UX/USER EXPERIENCE DESIGN
Case Study: SustainableUX Conference
Related Topics: Call To Action, Content Marketing, Ecological Footprint
The fancy terminology UX, short for user experience, designates a hybrid form of design, one requiring an ability to conceptualize the interaction between viewers and web content—what it looks like but also how it feels. UX designers have, at their disposal, an infinite number of visual, psychological, and ergonomic tricks to seduce users into clicking forward in search of information, kicks, and deals. The longer the users stay online and have fun, the more likely they are to end up at the cash register. Usability, accessibility, and pleasure, key attributes of UX design, are in fact marketing tactics designed to turn website users into customers.
Meanwhile, the carbon footprint of websites goes up and up: think of the sheer data weight of the bells and whistles—the buttons, the embedded maps, the autoplay videos, the banners, the carousels, the ads, or the syndicated third-party content services. The amount of wasted gigabytes is phenomenal. Each page downloaded contributes to global warming as much as buying strawberries in winter.

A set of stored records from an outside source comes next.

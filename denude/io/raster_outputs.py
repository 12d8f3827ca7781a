"""Output rasters: layer descriptions (``OutputSpec``), layout, creation and COG options, and
``RasterWriter`` (window by window on a writer thread, then overviews or the COG copy).

Compression runs on GDAL's threads (``compression_threads``); blocks are written in a fixed
order, so the bytes of a file depend neither on the number of compute workers nor on threads.
"""

from __future__ import annotations

import queue
import threading
from dataclasses import dataclass
from pathlib import Path

import numpy as np
import rasterio
import rasterio.shutil
from rasterio.errors import RasterioIOError
from rasterio.windows import Window

from denude.errors import InputError, OutputError
from denude.io.grid import Grid
from denude.io.raster_warp import RESAMPLING
from denude.io.styles import write_category_names

#: Rasters with at most this many cells are written in cloud-optimised (COG) layout by default:
#: 2**26 cells = 8192 x 8192 (256 MiB of float32). The COG layout needs a second pass (GDAL's COG
#: driver copies an uncompressed intermediate, which also needs that much temporary disk per
#: output), so larger rasters are plain tiled BigTIFFs with internal overviews instead.
COG_MAX_CELLS = 2**26

COMPRESSIONS = ("deflate", "zstd")
LAYOUTS = ("auto", "cog", "tiled")


@dataclass(frozen=True)
class OutputSpec:
    """One output raster: file name, dtype, nodata, overview resampling, tags, colour table."""

    name: str
    dtype: str
    nodata: float
    overview_resampling: str        # "average" (continuous) or "nearest" (classes, codes)
    tags: tuple = ()                # (key, value) pairs written to the dataset metadata
    description: str = ""
    colormap: tuple | None = None   # RGBA per class index
    units: str = ""                 # GDAL band unit type (e.g. "mm/kyr")
    categories: tuple = ()          # GDAL category names: entry k names value k
    source_nodata: float | None = None  # nodata of the arrays handed in, when it differs from ``nodata``


def overview_factors(height: int, width: int, block_size: int) -> list[int]:
    """Overview decimation factors 2, 4, ... until the overview fits in one tile: the levels
    GDAL's COG driver makes with OVERVIEWS=AUTO (tests/test_rasters.py compares the files)."""
    factors = []
    f = 2
    while max(height, width) / (f // 2) > block_size:
        factors.append(f)
        f *= 2
    return factors


def choose_layout(layout: str, grid: Grid) -> str:
    """'cog' or 'tiled'; 'auto' is COG up to COG_MAX_CELLS cells."""
    if layout not in LAYOUTS:
        raise InputError(f"layout {layout!r} is not known; use one of {', '.join(LAYOUTS)}")
    if layout == "auto":
        return "cog" if grid.width * grid.height <= COG_MAX_CELLS else "tiled"
    return layout


#: Threads GDAL compresses with (its NUM_THREADS creation option): every core, unless the
#: GDAL_NUM_THREADS config option is set (batch workers set it to 1: their processes already
#: fill the cores). Compression runs blocks side by side and writes them in their fixed
#: order, so the bytes of a file do not depend on it (checked in tests/test_rasters.py).
GDAL_THREADS = "ALL_CPUS"


def compression_threads() -> str:
    """NUM_THREADS for output compression: GDAL_NUM_THREADS when configured, else GDAL_THREADS."""
    from rasterio.env import get_gdal_config

    configured = get_gdal_config("GDAL_NUM_THREADS")
    return str(configured) if configured not in (None, "") else GDAL_THREADS


def creation_options(spec: OutputSpec, compress: str, block_size: int, threads: str | None = None) -> dict:
    """GTiff creation options of a tiled output (compression, predictor, tiles, BigTIFF when
    needed, compression threads: ``threads`` or ``compression_threads()``)."""
    if compress not in COMPRESSIONS:
        raise InputError(f"compression {compress!r} is not known; use one of {', '.join(COMPRESSIONS)}")
    floating = np.dtype(spec.dtype).kind == "f"
    return {
        "compress": compress,
        "predictor": 3 if floating else 2,
        "tiled": True,
        "blockxsize": block_size,
        "blockysize": block_size,
        "bigtiff": "IF_SAFER",
        "num_threads": threads or compression_threads(),
    }


def cog_options(spec: OutputSpec, compress: str, block_size: int, threads: str | None = None,
                overviews: str = "AUTO") -> dict:
    """COG driver options of an output: the same compression, predictor and tiles as
    ``creation_options``; ``overviews``: the driver's OVERVIEWS (AUTO: it makes them with the
    layer's resampling; FORCE_USE_EXISTING: it takes the source's)."""
    if compress not in COMPRESSIONS:
        raise InputError(f"compression {compress!r} is not known; use one of {', '.join(COMPRESSIONS)}")
    return {
        "COMPRESS": compress.upper(),
        "PREDICTOR": "FLOATING_POINT" if np.dtype(spec.dtype).kind == "f" else "STANDARD",
        "BLOCKSIZE": block_size,
        "BIGTIFF": "IF_SAFER",
        "RESAMPLING": spec.overview_resampling.upper(),
        "OVERVIEWS": overviews,
        "NUM_THREADS": threads or compression_threads(),
    }


#: At most this many outputs build overviews / COG copies at the same time; the others wait.
#: One keeps peak memory flat (measured with benchmarks/bench_map.py at 16384 x 16384: 669 MiB
#: with one slot, 766 MiB with two, and no slower, as overview building is mostly I/O bound).
FINISH_SLOTS = threading.BoundedSemaphore(1)


class RasterWriter:
    """Writes one output raster window by window, then adds overviews (and the COG layout).

    Windows are handed to a writer thread of this raster through a short FIFO queue, so the
    compression of different outputs runs in parallel with each other and with the compute
    workers, while each file still receives its blocks in one fixed order (identical bytes
    whatever the number of workers). ``finish()`` starts overviews / the COG copy in that
    thread; ``close()`` waits for it and returns the final path.

    In COG layout the blocks first go uncompressed to ``<path>.partial.tif``, which gets its
    overviews (uncompressed); the COG driver then compresses everything once while it writes
    overviews and data in cloud-optimised order.
    """

    _STOP, _ABORT = object(), object()

    def __init__(self, path, grid: Grid, spec: OutputSpec, block_size: int, compress: str = "deflate",
                 layout: str = "cog", queue_size: int = 4):
        self.path = Path(path)
        self.spec = spec
        self.grid = grid
        self.block_size = block_size
        self.compress = compress
        self.layout = layout
        self.options = creation_options(spec, compress, block_size)
        if layout == "cog":
            self.work_path = self.path.with_name(self.path.name + ".partial.tif")
            options = {k: v for k, v in self.options.items() if k not in ("compress", "predictor", "num_threads")}
        else:
            self.work_path = self.path
            options = self.options
        try:
            self.dataset = rasterio.open(
                self.work_path, "w", driver="GTiff", width=grid.width, height=grid.height, count=1,
                dtype=spec.dtype, crs=grid.crs, transform=grid.affine, nodata=spec.nodata, **options,
            )
        except RasterioIOError as exc:
            raise OutputError(f"{self.work_path}: cannot create the output raster ({exc}); check the folder is writable") from None
        self._describe(self.dataset)
        self._queue: queue.Queue = queue.Queue(maxsize=queue_size)
        self._error: BaseException | None = None
        self._finishing = False
        self._thread = threading.Thread(target=self._run, name=f"denude-write-{self.path.stem}", daemon=True)
        self._thread.start()

    def _describe(self, ds) -> None:
        ds.update_tags(**dict(self.spec.tags))
        if self.spec.description:
            ds.set_band_description(1, self.spec.description)
        if self.spec.units:
            ds.set_band_unit(1, self.spec.units)
        if self.spec.colormap is not None:
            ds.write_colormap(1, {i: tuple(rgba) for i, rgba in enumerate(self.spec.colormap)})

    def _run(self) -> None:
        try:
            while True:
                item = self._queue.get()
                if item is self._ABORT:
                    self.dataset.close()
                    return
                if item is self._STOP:
                    break
                array, window = item
                if self.spec.source_nodata is not None:   # e.g. int32 codes into a uint8 raster
                    array = np.where(array == self.spec.source_nodata, self.spec.nodata, array)
                self.dataset.write(array.astype(self.spec.dtype, copy=False), 1, window=window)
            with FINISH_SLOTS:
                self._finish_file()
        except BaseException as exc:  # handed to the caller in close()
            self._error = exc
            try:
                self.dataset.close()
            except Exception:  # pragma: no cover
                pass
            while True:  # keep draining so a producer never blocks on a dead writer
                if self._queue.get() in (self._STOP, self._ABORT):
                    return

    def write(self, array: np.ndarray, window: Window) -> None:
        """Queue one window (blocks when the writer is several windows behind)."""
        if self._error is not None:
            self.close()
        self._queue.put((array, window))

    def finish(self) -> None:
        """Start the final steps (overviews, COG copy) in the writer thread."""
        if not self._finishing:
            self._finishing = True
            self._queue.put(self._STOP)

    def close(self) -> Path:
        """Wait for the file to be complete; returns the final path."""
        self.finish()
        self._thread.join()
        if self._error is not None:
            error, self._error = self._error, None
            if isinstance(error, OSError):   # RasterioIOError is one; ENOSPC from a plain write too
                reason = " ".join(str(error).split())[:160] or type(error).__name__
                raise OutputError(
                    f"{self.path.name}: writing into {self.path.parent} failed ({reason}); check free disk space "
                    "(e.g. df -h) and that the folder is writable"
                ) from None
            raise error
        return self.path

    def _finish_file(self) -> None:
        # overviews on the file as written (COG: the uncompressed intermediate, whose overviews
        # the COG copy then takes over; the driver building them itself would compress them to
        # a temporary file and again into the COG, about 0.3 s more per float layer of 4096^2)
        ds = self.dataset
        factors = overview_factors(self.grid.height, self.grid.width, self.block_size)
        if factors:
            ds.build_overviews(factors, RESAMPLING[self.spec.overview_resampling])
            if self.layout == "tiled":
                ds.update_tags(ns="rio_overview", resampling=self.spec.overview_resampling)
        ds.close()
        if self.layout != "tiled":
            options = cog_options(self.spec, self.compress, self.block_size, self.options["num_threads"],
                                  overviews="FORCE_USE_EXISTING" if factors else "NONE")
            rasterio.shutil.copy(self.work_path, self.path, driver="COG", **options)
            self.work_path.unlink()
        write_category_names(self.path, list(self.spec.categories))

    def abort(self) -> None:
        """Stop writing and close the file without finishing it (the caller removes it)."""
        if self._thread.is_alive():
            self._finishing = True
            self._queue.put(self._ABORT)
            self._thread.join()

Mad*Pow, a New Hampshire design agency, is sponsoring SustainableUX, a free online conference that brings together web designers who want to explore ways to make a positive impact—on climate change, social equality, and inclusion. Championing a less flashy aesthetic is one strategy. Harnessing the power of words rather than banking on the eye-catching appeal of images is another. Developing realistic strategies to reduce the energy consumption of websites is fast becoming one of the most urgent challenges for designers today.
WHISTLEBLOWING
Case Study: Secure Drop
Related Topics: Civil Disobedience, Freedom of the Press, Open Source
Psychologists have long claimed that pointing a finger at things is acting out what makes us uniquely human. Our nearest primate relatives, the great apes, don’t feel the need to point at things, but we do. We point when we want others to see what we see. As babies, we point before we speak—language comes next. As adults, we point to call attention to things good or bad. We can’t help it: finger pointing is an irrepressible urge to show and share.
Reporting wrongdoing (a substitute for finger pointing) has always been problematic: we feel compelled to do it, yet we never know if it’s right or wrong. Since time immemorial, whistleblowers, informers, and leakers have been in turn praised and blamed, extolled for their moral courage or vilified as traitors. For every law that protects them, there is a law that condemns them. At its best, exposing the misdeeds of others gives voice to the disenfranchised. At its worst, it ruins the lives of innocent bystanders.
For amateur whistleblowers, there is SecureDrop, an open source software platform created to facilitate anonymous communication between journalists and their sources—people who have sensitive information to share with the public. These email “dumps” are legal, as long as the documents leaked are not classified. The most prestigious and reputable news organizations, from the Associated Press to the Washington Post, use SecureDrop on a regular basis. More controversial are WikiLeaks revelations, obtained thanks to government whistleblowers and published on the organization’s website. Recently, finger pointers have been busy pointing fingers at their keyboards.